Dentre as ideias mais simples, como as representações dos objetos sem concepção de
juízos, não há como conferi-las falsidade ou erro algum, pois apenas refletem a imagem das
coisas exteriores na mente humana, como em um espelho, sem julgá-las (7). Nos casos das
elaborações das vontades, das afecções ou dos sentimentos, não há também nenhuma
falsidade, pois o homem sabe o que ele deseja para si e para outrem, mesmo que ele se
condene moralmente (8). Portanto, entre os atos do pensar, conforme Descartes, o engano ou
o erro estão nos juízos, que o homem ordena ao tentar precisar conformidade ou
correspondência entre as representações e os objetos externos, advindo dessa tentativa de
relação o raciocínio falso (9).
Mediante essa constatação, deve haver, segundo o filósofo, alguma causa mais perfeita
para o conhecimento do que as impressões sensíveis (14). Sendo assim, deve existir alguma
origem que exceda o pensamento humano em si e dê alicerce às ideias mais substanciais e
objetivas: como os conceitos matemáticos que são nítidos e universais (15). Logo, assim
como as coisas sensíveis e as suas impressões são enganosas, do lado inverso, o filósofo
transmite a ideia de um Deus transcendente que fundamenta o conhecimento inteligível (16).
Visto que, se as sensações dão aos homens aparências de nitidez incompleta, as ideias
que excluem os acidentes e são mais perfeitas (15), universais e claras, tendo em conta que
mantêm as essências dos seres, devem ter um fundamento mais elevado. Pois, não há como o
homem existir como o ato de pensar, se não houver uma causa superior que permita, conserve
e tenha dado princípio à atividade do espírito. Porquanto, se o Eu pensante existe, algo mais
perfeito do que ele o criou, considerando que não há nada que seja atual no mundo que não
tenha uma causa. Isto é, tudo que possui identidade foi criado por algo superior e, certamente,
diferente do que nada seja. Em consonância com o raciocínio de Descartes, tudo que é
incompleto ou inferior existe enquanto efeito e se espelha em algo de origem mais perfeita e
estável (17). Por conseguinte, se existe pensamento humano é em razão de ter uma realidade
mais perfeita fora dele e que o tenha constituído.
Além disso, em virtude da ideia de Deus incluir em si a realidade objetiva por inteiro,
como se englobasse tudo que há, é que o homem admite a sua incompletude (24). Deus como
uma verdade inconteste (25) e perfeita (26), abarca tudo aquilo que há de conhecimento,
essencialmente nele, e o humano não o percebe em razão de suas próprias restrições (27).

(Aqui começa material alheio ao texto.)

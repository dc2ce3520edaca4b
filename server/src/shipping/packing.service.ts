import { Injectable } from '@nestjs/common';
import type { DB } from '@emberlot/db/database.types';
import { Decimal, decimal } from '@emberlot/shared/measure/decimal';
import type { Transaction } from 'kysely';
import { DocumentsService } from '../journal/documents.service.js';
import { OrdersService, type Order } from '../orders/orders.service.js';
import { Audit } from '../platform/audit/audit.js';
import type { SignedInUser } from '../platform/auth/signed-in-user.js';
import { Clock } from '../platform/clock/clock.js';
import { Transactions } from '../platform/database/transactions.js';
import { AppError, changedMeanwhile, fieldFault, notFound } from '../platform/errors/app-error.js';
import { Numbers } from '../platform/numbers/numbers.js';
import { ReservationsService } from '../stock/reservations.service.js';
import { StockLedgerService } from '../stock/stock-ledger.service.js';
import { missingOf, needFor, placeFor } from './find-packable.js';
import { PackingLookupRepository, type PackableRow } from './packing-lookup.repository.js';
import type { ScanInput } from './parcel.dto.js';
import { ParcelsRepository, type ParcelNeedRow, type ParcelRow } from './parcels.repository.js';
import { ScanReader, type Scanned } from './scan-reader.js';

export interface ScanDone {
  readonly sentence: string;
  readonly bin: string | null;
}

/**
 * Packs an order by scanning. Every scan is a transaction of its own, so that a server that dies in the middle loses
 * nothing that lies in the parcel. Locks: the order, its parcel, the part.
 */
@Injectable()
export class PackingService {
  constructor(
    private readonly clock: Clock,
    private readonly transactions: Transactions,
    private readonly numbers: Numbers,
    private readonly audit: Audit,
    private readonly documents: DocumentsService,
    private readonly orders: OrdersService,
    private readonly ledger: StockLedgerService,
    private readonly reservations: ReservationsService,
    private readonly reader: ScanReader,
    private readonly lookup: PackingLookupRepository,
    private readonly parcels: ParcelsRepository,
  ) {}

  /**
   * Opens a parcel, or gives the one that is open already.
   *
   * @throws AppError `wrong_state` for an order that is not paid, cancelled, shipped, or waits for a person
   */
  async open(orderId: number, person: SignedInUser): Promise<string> {
    return this.transactions.run(async (trx) => {
      const order = await this.orders.lock(trx, orderId);
      const running = await this.parcels.openOf(trx, orderId);
      if (running) return running.number;
      await this.refuseUnready(trx, order);
      const next = await this.numbers.next(trx, 'parcel', '');
      const number = `P-${String(next).padStart(4, '0')}`;
      const id = await this.parcels.insert(trx, { number, orderId, openedAt: this.clock.now(), openedBy: person.id });
      await this.record(trx, person, 'parcel.opened', { id, number }, { order: order.number });
      return number;
    });
  }

  async scan(parcelNumber: string, input: ScanInput, person: SignedInUser): Promise<ScanDone> {
    return this.transactions.run(async (trx) => {
      const { order, parcel } = await this.packing(trx, parcelNumber);
      const scanned = await this.reader.read(trx, input.code);
      if (scanned.kind !== 'bin') return this.take(trx, order, parcel, scanned, input, person);
      if (scanned.quarantine) {
        throw new AppError('rule_broken', `${scanned.code} is a quarantine bin: nothing is packed from it.`);
      }
      return { sentence: `Bin ${scanned.code}. Now scan what you take from it.`, bin: scanned.code };
    });
  }

  /** @throws AppError `not_found` when it is not in the parcel (any more) */
  async takeOut(parcelNumber: string, itemId: number, person: SignedInUser): Promise<void> {
    await this.transactions.run(async (trx) => {
      const { order, parcel } = await this.packing(trx, parcelNumber);
      const item = (await this.parcels.items(trx, parcel.id)).find(({ id }) => id === itemId);
      if (!item) throw notFound('thing in the parcel');
      await this.parcels.takeOut(trx, [itemId], this.clock.now());
      const need = (await this.parcels.needs(trx, order.id, parcel.id)).find(({ id }) => id === item.needId);
      if (need && item.unitId !== null) await this.reservations.unbindUnit(trx, need.demandId, item.lotId);
      await this.record(trx, person, 'parcel.taken_out', parcel, { what: item.serial ?? item.lot });
    });
  }

  /** @throws AppError `rule_broken` naming what is missing */
  async close(parcelNumber: string, version: number, person: SignedInUser): Promise<void> {
    await this.transactions.run(async (trx) => {
      const { order, parcel } = await this.packing(trx, parcelNumber);
      if (parcel.version !== version) throw changedMeanwhile({ version: parcel.version });
      const missing = (await this.parcels.needs(trx, order.id, parcel.id)).filter((need) =>
        missingOf(need).greaterThan(0),
      );
      if (missing.length > 0) {
        const words = missing.map((need) => `${missingOf(need).toFixed()} of {part:${need.part}}`).join(', ');
        throw new AppError('rule_broken', `Still missing: ${words}.`);
      }
      await this.documents.record(trx, { kind: 'packing', recordedBy: person.id, note: parcel.number });
      await this.parcels.advance(trx, parcel.id, 'packing', { status: 'packed', packed_at: this.clock.now() });
      await this.record(trx, person, 'parcel.packed', parcel, {});
    });
  }

  /** Opens a packed parcel again, to take something out. What was found about lithium is asked afresh. */
  async reopen(parcelNumber: string, version: number, person: SignedInUser): Promise<void> {
    await this.transactions.run(async (trx) => {
      const { parcel } = await this.lock(trx, parcelNumber);
      if (parcel.version !== version) throw changedMeanwhile({ version: parcel.version });
      const change = { status: 'packing', packed_at: null, lithium: {} };
      if (!(await this.parcels.advance(trx, parcel.id, 'packed', change))) {
        throw new AppError('wrong_state', `${parcel.number} is not packed.`);
      }
      await this.record(trx, person, 'parcel.reopened', parcel, {});
    });
  }

  /** Takes everything out of an open parcel: its order will not leave. The caller holds the order's lock. */
  async dissolve(trx: Transaction<DB>, order: Order): Promise<void> {
    const parcel = await this.parcels.openOf(trx, order.id);
    if (!parcel) return;
    const items = await this.parcels.items(trx, parcel.id);
    const needs = await this.parcels.needs(trx, order.id, parcel.id);
    for (const item of items.filter(({ unitId }) => unitId !== null)) {
      const need = needs.find(({ id }) => id === item.needId);
      if (need) await this.reservations.unbindUnit(trx, need.demandId, item.lotId);
    }
    await this.parcels.takeOut(
      trx,
      items.map(({ id }) => id),
      this.clock.now(),
    );
    await this.parcels.advance(trx, parcel.id, parcel.status, { status: 'dissolved' });
  }

  /** Takes the locks of a parcel: its order first. @throws AppError `not_found` */
  async lock(trx: Transaction<DB>, parcelNumber: string): Promise<{ order: Order; parcel: ParcelRow }> {
    const found = await this.parcels.find(trx, parcelNumber);
    if (!found) throw notFound('parcel');
    const order = await this.orders.lock(trx, found.order_id);
    return { order, parcel: await this.parcels.lock(trx, found.id) };
  }

  private async packing(trx: Transaction<DB>, parcelNumber: string): Promise<{ order: Order; parcel: ParcelRow }> {
    const { order, parcel } = await this.lock(trx, parcelNumber);
    if (parcel.status === 'packing') return { order, parcel };
    const sentences: Readonly<Record<string, string>> = {
      packed: `${parcel.number} is packed. Open it again before you change what is in it.`,
      shipped: `${parcel.number} has left.`,
      dissolved: `${parcel.number} was dissolved when its order was cancelled.`,
    };
    throw new AppError('wrong_state', sentences[parcel.status] ?? `${parcel.number} is not being packed.`);
  }

  private async refuseUnready(trx: Transaction<DB>, order: Order): Promise<void> {
    const standing = await this.parcels.standing(trx, order.id);
    if (standing.cancelled) throw new AppError('wrong_state', `{order:${order.number}} was cancelled.`);
    if (standing.shipped) throw new AppError('wrong_state', `{order:${order.number}} has left already.`);
    if (!standing.paid)
      throw new AppError('wrong_state', `{order:${order.number}} is not paid yet: nothing is packed.`);
    if (standing.review !== null) {
      throw new AppError(
        'wrong_state',
        `The payment of {order:${order.number}} waits for the owner: ${standing.review}`,
      );
    }
  }

  private async take(
    trx: Transaction<DB>,
    order: Order,
    parcel: ParcelRow,
    scanned: Exclude<Scanned, { kind: 'bin' }>,
    input: ScanInput,
    person: SignedInUser,
  ): Promise<ScanDone> {
    const needs = await this.parcels.needs(trx, order.id, parcel.id);
    const need = needFor(needs, { id: scanned.partId, code: scanned.part }, input.needId, order.number);
    await this.ledger.lock(trx, [need.partId]);
    const lying = await this.lookup.lying(trx, [need.partId], this.clock.today());
    const ofLot = scanned.lotId === null ? lying : lying.filter(({ lotId }) => lotId === scanned.lotId);
    const place = placeFor(ofLot, scanned.tag, scanned.kind === 'unit' ? undefined : input.bin);
    const quantity = this.quantityOf(need, place, scanned, input.quantity);
    await this.claim(trx, need, place, quantity);
    await this.parcels.insertItem(trx, {
      parcelId: parcel.id,
      needId: need.id,
      partId: need.partId,
      lotId: place.lotId,
      binId: place.binId,
      unitId: scanned.kind === 'unit' ? scanned.unitId : null,
      quantity: quantity.toFixed(),
      packedAt: this.clock.now(),
      packedBy: person.id,
    });
    const left = missingOf(need).minus(quantity);
    const more = left.greaterThan(0) ? ` ${left.toFixed()} more of it to come.` : '';
    const where = need.bag === null ? 'in the parcel' : `in bag ${need.bag}`;
    return {
      sentence: `${quantity.toFixed()} ${need.measure} of {part:${need.part}}, ${scanned.tag}, ${where}.${more}`,
      bin: input.bin ?? null,
    };
  }

  private quantityOf(
    need: ParcelNeedRow,
    place: PackableRow,
    scanned: Exclude<Scanned, { kind: 'bin' }>,
    asked: string | undefined,
  ): Decimal {
    if (scanned.kind === 'unit') return new Decimal(1);
    if (need.traced === 'single') {
      throw new AppError('rule_broken', `{part:${need.part}} is packed one by one: scan the label of the unit.`);
    }
    const missing = missingOf(need);
    const lies = decimal(place.quantity);
    const quantity = asked === undefined ? Decimal.min(missing, lies) : decimal(asked);
    if (quantity.greaterThan(missing)) {
      throw fieldFault('/quantity', 'quantity', `Only ${missing.toFixed()} of it are still to be packed.`);
    }
    if (quantity.greaterThan(lies)) {
      throw fieldFault('/quantity', 'quantity', `Only ${lies.toFixed()} of it lie in ${place.bin}.`);
    }
    return quantity;
  }

  /** What is packed stands on a claim of its order; where that was lost, what is free is claimed now. */
  private async claim(trx: Transaction<DB>, need: ParcelNeedRow, place: PackableRow, quantity: Decimal): Promise<void> {
    const { demandId, partId } = need;
    if (need.traced === 'single') {
      await this.reservations.bindUnit(trx, { id: demandId, partId }, place.lotId);
      return;
    }
    const claimed = await this.lookup.claimed(trx, demandId);
    const lacking = decimal(need.packed).plus(quantity).minus(claimed);
    if (lacking.lessThanOrEqualTo(0)) return;
    await this.reservations.claim(trx, [
      { demandId, partId, quantity: lacking, supply: { kind: 'shelf' }, expiresAt: null },
    ]);
  }

  private async record(
    trx: Transaction<DB>,
    actor: SignedInUser,
    action: string,
    parcel: { readonly id: number; readonly number: string },
    after: object,
  ): Promise<void> {
    const subject = { subjectKind: 'shipment', subjectId: parcel.id, subjectCode: parcel.number };
    await this.audit.record(trx, { actor, action, ...subject, after });
  }
}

Enquanto o ser humano é um conhecedor em potência e gradual, Deus conhece a totalidade
em ato e por natureza, efetivamente, desde sempre. Por conseguinte, a existência humana, que
é eternamente incompleta, possui como causa a perfeição divina (28-29).
Ademais, todo criador sabe o que fez em suas criações, o que fortalece o argumento no
qual o homem depende de que algo mais perfeito o tenha criado, pois nenhum humano
conhece de onde veio ou tem ciência de algum poder para ter construído a realidade por si
mesmo (34). De maneira que, aquele que pensa não pode ter sido criado por nada imperfeito
ou inferior a ele, que é uma criatura com um espírito, consequentemente a sua procedência
deve advir de outra substância espiritual e mais elevada do que ele. E Deus como ideia eterna
e perfeita que contém toda a realidade objetiva em si, como causa total, deve abarcar todas as
essências e dar origem a tudo em si mesmo, como uma fonte de todas as substâncias (35-36).